Compared to? I don't know. I suppose a lot of low-end low-spoke count wheels are flexy. I just have experience with the Shimano wheels as they were on a rental bike I road, and when you stand up and sprint, you can get the rear wheel to flex against the brake pads. Not only that, but the radial laced front wheel is not very stiff either. I'd be amazed if their long term durability is very good under continual usage.


----------



## nhluhr (Sep 9, 2010)

The reason I ask is because they are really inexpensive but you get a lot of benefits with them. Their 48 N/mm lateral stiffness is slightly above the (combined 2010+2011) test average of 45.3 but yeah, they are still a low spoke count wheel. They are still far stiffer than a Zipp 404 clincher and definitely have better torque application thanks to a double 2-cross lacing (Zipp is radial on drive side which necessitates a super stiff hub shell).
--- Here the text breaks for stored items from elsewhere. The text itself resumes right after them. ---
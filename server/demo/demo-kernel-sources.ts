/**
 * Kernels written for the demo team's story, beside the engine's starters and examples
 * (sandbox/kernels): a back substitution with two partial sums (first without, then with the
 * zero-diagonal check), an LU with its row offsets hoisted, and an LU whose author forgot the
 * permutation, which the contract's type check refuses.
 */
export const inlineKernels = {
  'back-substitution-two-sums-unchecked': `/**
 * Back substitution with two partial sums per row, to shorten the dependency chain of the
 * inner loop. Row-major u (entry (i, j) at u[i*n + j]); b is overwritten with x.
 */
export function solve(u: Float64Array, b: Float64Array, n: number): Float64Array {
  for (let i = n - 1; i >= 0; i--) {
    const row = i * n;
    let even = b[i]!;
    let odd = 0;
    let j = i + 1;
    for (; j + 1 < n; j += 2) {
      even -= u[row + j]! * b[j]!;
      odd -= u[row + j + 1]! * b[j + 1]!;
    }
    if (j < n) even -= u[row + j]! * b[j]!;
    b[i] = (even + odd) / u[row + i]!;
  }
  return b;
}
`,
  'back-substitution-two-sums': `/**
 * Back substitution with two partial sums per row, to shorten the dependency chain of the
 * inner loop. Row-major u (entry (i, j) at u[i*n + j]); b is overwritten with x.
 * Throws when a diagonal entry is exactly zero (U is singular).
 */
export function solve(u: Float64Array, b: Float64Array, n: number): Float64Array {
  for (let i = n - 1; i >= 0; i--) {
    const row = i * n;
    const diagonal = u[row + i]!;
    if (diagonal === 0) throw new Error(\`singular: u[\${i}, \${i}] is zero\`);
    let even = b[i]!;
    let odd = 0;
    let j = i + 1;
    for (; j + 1 < n; j += 2) {
      even -= u[row + j]! * b[j]!;
      odd -= u[row + j + 1]! * b[j + 1]!;
    }
    if (j < n) even -= u[row + j]! * b[j]!;
    b[i] = (even + odd) / diagonal;
  }
  return b;
}
`,
  'lu-hoisted-row-offsets': `/**
 * Right-looking LU with partial pivoting, row offsets hoisted out of the inner loops.
 * Row-major a (entry (i, j) at a[i*n + j]), overwritten with L (strict lower) and U.
 * Row i of PA is row perm[i] of A. Throws on an exactly zero pivot.
 */
export function factor(a: Float64Array, n: number): { lu: Float64Array; perm: Int32Array } {
  const perm = new Int32Array(n);
  for (let i = 0; i < n; i++) perm[i] = i;
  for (let k = 0; k < n; k++) {
    const rowK = k * n;
    let p = k;
    let largest = Math.abs(a[rowK + k]!);
    for (let i = k + 1; i < n; i++) {
      const v = Math.abs(a[i * n + k]!);
      if (v > largest) {
        largest = v;
        p = i;
      }
    }
    if (largest === 0) throw new Error(\`singular matrix: column \${k} has no nonzero pivot\`);
    if (p !== k) {
      const rowP = p * n;
      for (let j = 0; j < n; j++) {
        const t = a[rowK + j]!;
        a[rowK + j] = a[rowP + j]!;
        a[rowP + j] = t;
      }
      const t = perm[k]!;
      perm[k] = perm[p]!;
      perm[p] = t;
    }
    const pivot = a[rowK + k]!;
    for (let i = k + 1; i < n; i++) {
      const rowI = i * n;
      const l = a[rowI + k]! / pivot;
      a[rowI + k] = l;
      for (let j = k + 1; j < n; j++) a[rowI + j] = a[rowI + j]! - l * a[rowK + j]!;
    }
  }
  return { lu: a, perm };
}
`,
  'lu-blocked-without-permutation': `/**
 * First sketch of a column-blocked LU with partial pivoting (block width 8).
 */
const WIDTH = 8;

export function factor(a: Float64Array, n: number): { lu: Float64Array } {
  for (let start = 0; start < n; start += WIDTH) {
    const stop = Math.min(start + WIDTH, n);
    for (let k = start; k < stop; k++) {
      const pivot = a[k * n + k]!;
      if (pivot === 0) throw new Error(\`zero pivot at column \${k}\`);
      for (let i = k + 1; i < n; i++) {
        const l = a[i * n + k]! / pivot;
        a[i * n + k] = l;
        for (let j = k + 1; j < n; j++) a[i * n + j] = a[i * n + j]! - l * a[k * n + j]!;
      }
    }
  }
  return { lu: a };
}
`,
} as const;

export type InlineKernelName = keyof typeof inlineKernels;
Still, wheels certainly exist that make a 48N/mm score for lateral stiffness seem low.

They are, however, the heaviest wheel in the test which would definitely create a feeling of curmudgeonly acceleration.


----------



## nightfend (Mar 15, 2009)

All I can suggest is see/ride a pair in real life and decide for yourself. You'll notice rather quickly that there is no way their lateral stiffness could be as high as the testing shows. I noticed the wheels "flexing" the most when I stood up on climbs. It is fairly obvious then and I weigh 175lbs.


----------



## nhluhr (Sep 9, 2010)

I've ridden the RS10 wheels (swapped from my wife's bike) and although they feel slower than my 7850-C24s I can't say they feel flexy in comparison. They aren't the same rim profile as the RS30 though. Maybe I'll try a set of RS30s under the guise of my search for a durable inexpensive winter wheelset.


----------



## tj2012 (Jan 16, 2012)

mimason said:


> They are very unaero based on the below numbers. 7+ watts variance at 40kph that is a lot in my book.
> 
> Model: Mavic Ksyrium R-Sys SL
> spokes: 20/20
> ...


The test included winds from an angle, I would imagine 'aero' spokes perform very badly in this scenario..


----------



## mattotoole (Jan 3, 2008)

nhluhr said:


> I've ridden the RS10 wheels (swapped from my wife's bike) and although they feel slower than my 7850-C24s I can't say they feel flexy in comparison. They aren't the same rim profile as the RS30 though. Maybe I'll try a set of RS30s under the guise of my search for a durable inexpensive winter wheelset.


I have RS20 which are stiffer than most wheels I've owned, probably because of the straight pull spokes that don't even touch where they cross -- no deflection there. The rim section is pretty standard in size and weight, but with an asym rear which helps too.

RS30 are like the RS20, but with a deeper (ie, stiffer) rim.

IMO the RS30 are the best value on the market today. I just happened to get an even better deal on RS20 that particular week.

I just wonder how long the flat spokes will last.


----------